I would like to take the contents of the G.myUglyList list here and pass it to the Outer.send() method. I do not understand why this gives a compiler error. ? extends Inner is the type I parameterize Outer with. So why is it rejecting an Inner passed to it? It wants a "? extends Inner", which isn't a type.
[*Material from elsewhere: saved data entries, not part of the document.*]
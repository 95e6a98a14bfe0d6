"use client";

import { signIn } from "next-auth/react";
import { useState, type FormEvent } from "react";
import { Button } from "@/components/ui/button";
import { Field, TextInput } from "@/components/ui/field";
import { errorMessage, sendJson } from "@/lib/client/fetcher";
import { PASSWORD_MIN } from "@/lib/schemas/team";

export interface AcceptInvitationFormProps {
  token: string;
  email: string;
  existingAccount: boolean;
}

/** Set name and password, join the team, then sign in with the same credentials. */
export function AcceptInvitationForm({ token, email, existingAccount }: AcceptInvitationFormProps) {
  const [name, setName] = useState("");
  const [password, setPassword] = useState("");
  const [repeat, setRepeat] = useState("");
  const [error, setError] = useState<string | null>(null);
  const [busy, setBusy] = useState(false);

  async function submit(e: FormEvent) {
    e.preventDefault();
    if (!existingAccount && password !== repeat) {
      setError("The two passwords differ.");
      return;
    }
    setBusy(true);
    setError(null);
    try {
      await sendJson(`/api/invitations/${encodeURIComponent(token)}/accept`, "POST", {
        name: existingAccount ? email : name,
        password,
      });
    } catch (err) {
      setError(errorMessage(err));
      setBusy(false);
      return;
    }
    const res = await signIn("credentials", { email, password, redirect: false });
    if (!res || res.error || !res.ok) {
      // Joined, but the automatic sign-in failed: the sign-in page is the way on.
      window.location.assign("/signin");
      return;
    }
    window.location.assign("/boards");
  }

  return (
    <form onSubmit={submit} className="flex flex-col gap-3" aria-label="Accept invitation">
      <Field label="E-mail" htmlFor="invite-email">
        <TextInput id="invite-email" value={email} readOnly disabled />
      </Field>
      {!existingAccount && (
        <Field label="Your name" htmlFor="invite-name" hint="As your colleagues will see it on comments and sign-offs.">
          <TextInput
            id="invite-name"
            required
            maxLength={100}
            autoComplete="name"
            value={name}
            onChange={(e) => setName(e.target.value)}
          />
        </Field>
      )}
      <Field
        label={existingAccount ? "Your current password" : "Choose a password"}
        htmlFor="invite-password"
        hint={
          existingAccount
            ? "You already have a Railwise account with this address."
            : `At least ${PASSWORD_MIN} characters.`
        }
      >
        <TextInput
          id="invite-password"
          type="password"
          required
          minLength={existingAccount ? undefined : PASSWORD_MIN}
          autoComplete={existingAccount ? "current-password" : "new-password"}
          value={password}
          onChange={(e) => setPassword(e.target.value)}
        />
      </Field>
      {!existingAccount && (
        <Field label="Repeat the password" htmlFor="invite-repeat">
          <TextInput
            id="invite-repeat"
            type="password"
            required
            autoComplete="new-password"
            value={repeat}
            onChange={(e) => setRepeat(e.target.value)}
          />
        </Field>
      )}
      {error && (
        <p role="alert" className="text-[13px] text-alert">
          {error}
        </p>
      )}
      <Button type="submit" variant="primary" disabled={busy}>
        {busy ? "Joining…" : "Join the team"}
      </Button>
    </form>
  );
}
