// Review of runs: run links, comments and sign-offs. Every lookup is scoped by teamId.

const iso = (d: Date | string | null | undefined) => (d ? new Date(d).toISOString() : null);

/** The run's row inside the caller's team, or 404 (another team's run is a 404 too). */
export async function runInTeamOrThrow({
  runId,
  teamId,
  transaction,
}: {
  runId: string;
  teamId: string;
  transaction?: Transaction;
}) {
  if (!isId(runId)) throw notFound("No such run in your team.");
  const run = await getModels().Run.findOne({
    where: { id: runId, teamId },
    attributes: ["id", "teamId", "scenarioId", "scenarioVersion", "label", "createdBy", "createdAt"],
    // On PostgreSQL the row lock serialises sign-offs and review requests on one run; SQLite
    // serialises write transactions by itself and ignores the lock.
    ...(transaction ? { transaction, lock: transaction.LOCK.UPDATE } : {}),
  });
  if (!run) throw notFound("No such run in your team.");
  return run;
}

// ---- Run links ----

function linkState(row: { expiresAt: Date | null; revokedAt: Date | null }): RunLinkJson["state"] {
  if (row.revokedAt) return "revoked";
  if (row.expiresAt && new Date(row.expiresAt).getTime() <= Date.now()) return "expired";
  return "active";
}

type LinkRowish = {
  id: string;
  runId: unknown;
  expiresAt: Date | null;
  revokedAt: Date | null;
  createdAt: Date;
  createdBy: unknown;
  label?: string | null;
  lastUsedAt?: Date | null;
  useCount?: number;
};

/** The name the routes know a run link by. */
export type RunLinkRecord = RunLinkJson;

function linkJson(row: LinkRowish): RunLinkRecord {
  return {
    id: row.id,
    label: row.label ?? null,
    lastUsedAt: iso(row.lastUsedAt),
    useCount: row.useCount ?? 0,
    runId: row.runId as string,
    expiresAt: iso(row.expiresAt),
    revokedAt: iso(row.revokedAt),
    createdAt: iso(row.createdAt)!,
    createdBy: (row.createdBy as string | null) ?? null,
    state: linkState(row),
  };
}

export async function listRunLinks({ runId, teamId }: { runId: string; teamId: string }): Promise<RunLinkRecord[]> {
  await runInTeamOrThrow({ runId, teamId });
  const rows = await getModels().RunLink.findAll({ where: { runId, teamId }, order: [["createdAt", "DESC"]] });
  return rows.map(linkJson);
}

export async function createRunLink({
  runId,
  teamId,
  actorId,
  expiresAt,
  label = null,
  request,
}: {
  runId: string;
  teamId: string;
  actorId: string;
  expiresAt: Date | null;
  label?: string | null;
  request: Request;
}): Promise<RunLinkCreatedJson> {
  await runInTeamOrThrow({ runId, teamId });
  const { token, tokenHash } = newToken();
  const row = await getSequelize().transaction(async (transaction) => {
    const created = await getModels().RunLink.create(
      { teamId, runId, tokenHash, expiresAt, createdBy: actorId, label: label || null },
      { transaction },
    );
    await recordAudit(
      {
        teamId,
        actorId,
        action: "link.created",
        targetType: "run",
        targetId: runId,
        details: { linkId: created.id, expiresAt: iso(expiresAt), label: label || null },
      },
      transaction,
    );
    return created;
  });
  return { ...linkJson(row), token, url: `${appBaseUrl(request)}/share/${token}` };
}

export async function revokeRunLink({
  runId,
  linkId,
  teamId,
  actorId,
}: {
  runId: string;
  linkId: string;
  teamId: string;
  actorId: string;
}): Promise<RunLinkRecord> {
  await runInTeamOrThrow({ runId, teamId });
  if (!isId(linkId)) throw notFound("No such link on this run.");
  return getSequelize().transaction(async (transaction) => {
    const row = await getModels().RunLink.findOne({
      where: { id: linkId, runId, teamId },
      transaction,
      lock: transaction.LOCK.UPDATE,
    });
    if (!row) throw notFound("No such link on this run.");
    if (!row.revokedAt) {
      row.revokedAt = new Date();
      await row.save({ transaction });
      await recordAudit(
        {
          teamId,
          actorId,
          action: "link.revoked",
          targetType: "run",
          targetId: runId,
          details: { linkId, label: row.label ?? null },
        },
        transaction,
      );
    }
    return linkJson(row);
  });
}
I want the list declared as List<Outer<? extends Inner>> so it can take subtypes of Inner. (Please see the edit below for why this is)

interface Outer<T> {
    void send(T message);
}
interface Inner {}
interface Inner2 extends Inner {}

public class G {

    List<Outer<? extends Inner>> myUglyList;

    void foo() {
        Inner xxx = null;
        for (Outer<? extends Inner> outer : myUglyList) {
            outer.send(xxx); //error
        }
    }
}

I get this error:

error: method send in interface Outer<T#2> cannot be applied to given types;
required: CAP#1
found: Inner<T#1>
reason: actual argument Inner<T#1> cannot be converted to CAP#1 by method invocation conversion
where T#1,T#2 are type-variables:
T#1 extends Object declared in class G
T#2 extends Object declared in interface Outer
where CAP#1 is a fresh type-variable:
CAP#1 extends Inner<T#1> from capture of ? extends Inner<T#1>

edit: I got a lot of answers saying just make the list of type List<Outer<Inner>>, but that is incorrect. I will not be able to add subtypes of Inner if I do that. If I try to add an Outer<Inner2>, it would fail. So list must be of type List<Outer<? extends Inner>>.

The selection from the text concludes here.